Но в дом свой решил не возвращаться: из каждого уголка глядели на него немигающие материнские глаза, усталые, болезненные, задёрнутые туманной дымкой. Он боялся этого взгляда, зябко ёжился, точно был виноват в нелёгкой судьбе своих родителей.
…Степан забухал сапогами по порожкам, ловко поддел дверь топором, и противный скрип проржавевших гвоздей заставил его снова вздрогнуть. Дверь распахнулась, плесневелый запах мышиного помёта ударил в ноздри, и Евгений Иванович с трудом переступил порог комнаты, закашлялся, будто от удушья.

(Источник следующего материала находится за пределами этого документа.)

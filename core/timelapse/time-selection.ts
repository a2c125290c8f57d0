// The time points a movie's analysis covers: read by core/settings (the project file holds them per file too).
export { parseTimeSelection, selectTimeIndices, timeSelectionText, type TimeSelection } from '../settings';
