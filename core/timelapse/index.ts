// Public surface of core/timelapse: gradients over time — the synthesis–diffusion–degradation model solved
// numerically, local accumulation time τ(x) from a movie with its uncertainty, the τ(x) model fit, and λ(t).
export { solveSdd, sddSteadyState, sddLambdaUm, defaultSddGrid, sddValueAt } from './sdd-solver';
export type { SddModel, SddGrid, SddSolution } from './sdd-solver';
export {
  localAccumulationTime, accumulationOfSeries, frameNoiseSd, trapezoidWeights, accumulationTruncationBias, lateRiseOf,
} from './accumulation';
export type { AccumulationOptions, AccumulationResult } from './accumulation';
export { sddAccumulationTimeS, fitAccumulationModel } from './accumulation-model';
export type { AccumulationModelFit, AccumulationModelOptions, Estimate, SteadyLambda } from './accumulation-model';
export { fitLambdaSeries, shapeFormedAtS } from './lambda-series';
export type { LambdaAtTime, TimePointProfile } from './lambda-series';
export { coarsenProfiles } from './coarsen';
export type { CoarseProfiles } from './coarsen';
export { summarizeMovie } from './summary';
export type { MovieSummary, MovieSummaryOptions, MovieAccumulation } from './summary';
export { ACCUMULATION_COLUMNS, MODEL_FIT_COLUMNS, accumulationRows, modelFitRow } from './tables';
export type { Cell } from './tables';
export { parseTimeSelection, selectTimeIndices } from './time-selection';
export type { TimeSelection } from './time-selection';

Степан, тяжело дыша, тихо проговорил сзади:
– Ты, Женя, тут оглядывайся, а я пойду на улицу… Наверное, из деликатности сделал это – чтоб не мешать, подумал про себя Бобров, но удерживать Степана не стал, махнул рукой, и тот гулко забухал сапогами по ещё звонким половицам в сенях.
Оставшись один, Евгений Иванович опустился на суднюю лавку (чёрт знает что, так она в памяти и осталась – «судняя», теперь и смысла этого не объяснишь) и, точно выполняя наказ Степана, огляделся. Деревянные стены, показалось, за это время ещё больше почернели, стали смоляными, и сам дом, точно старец, усох, сморщился. Поржавевшая кровать с шарами в углу (на ней мать умерла), табуретки рядом со столом, сундук у печки (на нём спал он маленьким) – всё стояло на своих местах, как осталось в памяти. Значит, за эти годы никто сюда не заглянул. И вдруг спазмы сдавили грудь – а почему у тебя времени не нашлось это сделать? Трусость или страх помешали, а может быть, отсутствие памяти? Нет, его все эти годы не покидала мысль о родном доме, только что мешало сюда заглянуть, отодрать забитую накрепко дверь, не объяснишь.